> [Your assignment] Look through the entries below for the string "billingSettingsSchema", and copy each line where it is found.

[Input material — start]

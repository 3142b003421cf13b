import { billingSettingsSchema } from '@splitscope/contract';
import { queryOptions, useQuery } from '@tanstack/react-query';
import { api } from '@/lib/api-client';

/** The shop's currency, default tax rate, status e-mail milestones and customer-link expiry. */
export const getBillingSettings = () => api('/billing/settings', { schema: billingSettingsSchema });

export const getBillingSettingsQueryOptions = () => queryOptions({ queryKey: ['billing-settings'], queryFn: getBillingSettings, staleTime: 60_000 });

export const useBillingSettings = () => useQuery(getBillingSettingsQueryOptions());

[Input material — finish]

> [Written response]
import { billingSettingsSchema } from '@splitscope/contract';
export const getBillingSettings = () => api('/billing/settings', { schema: billingSettingsSchema });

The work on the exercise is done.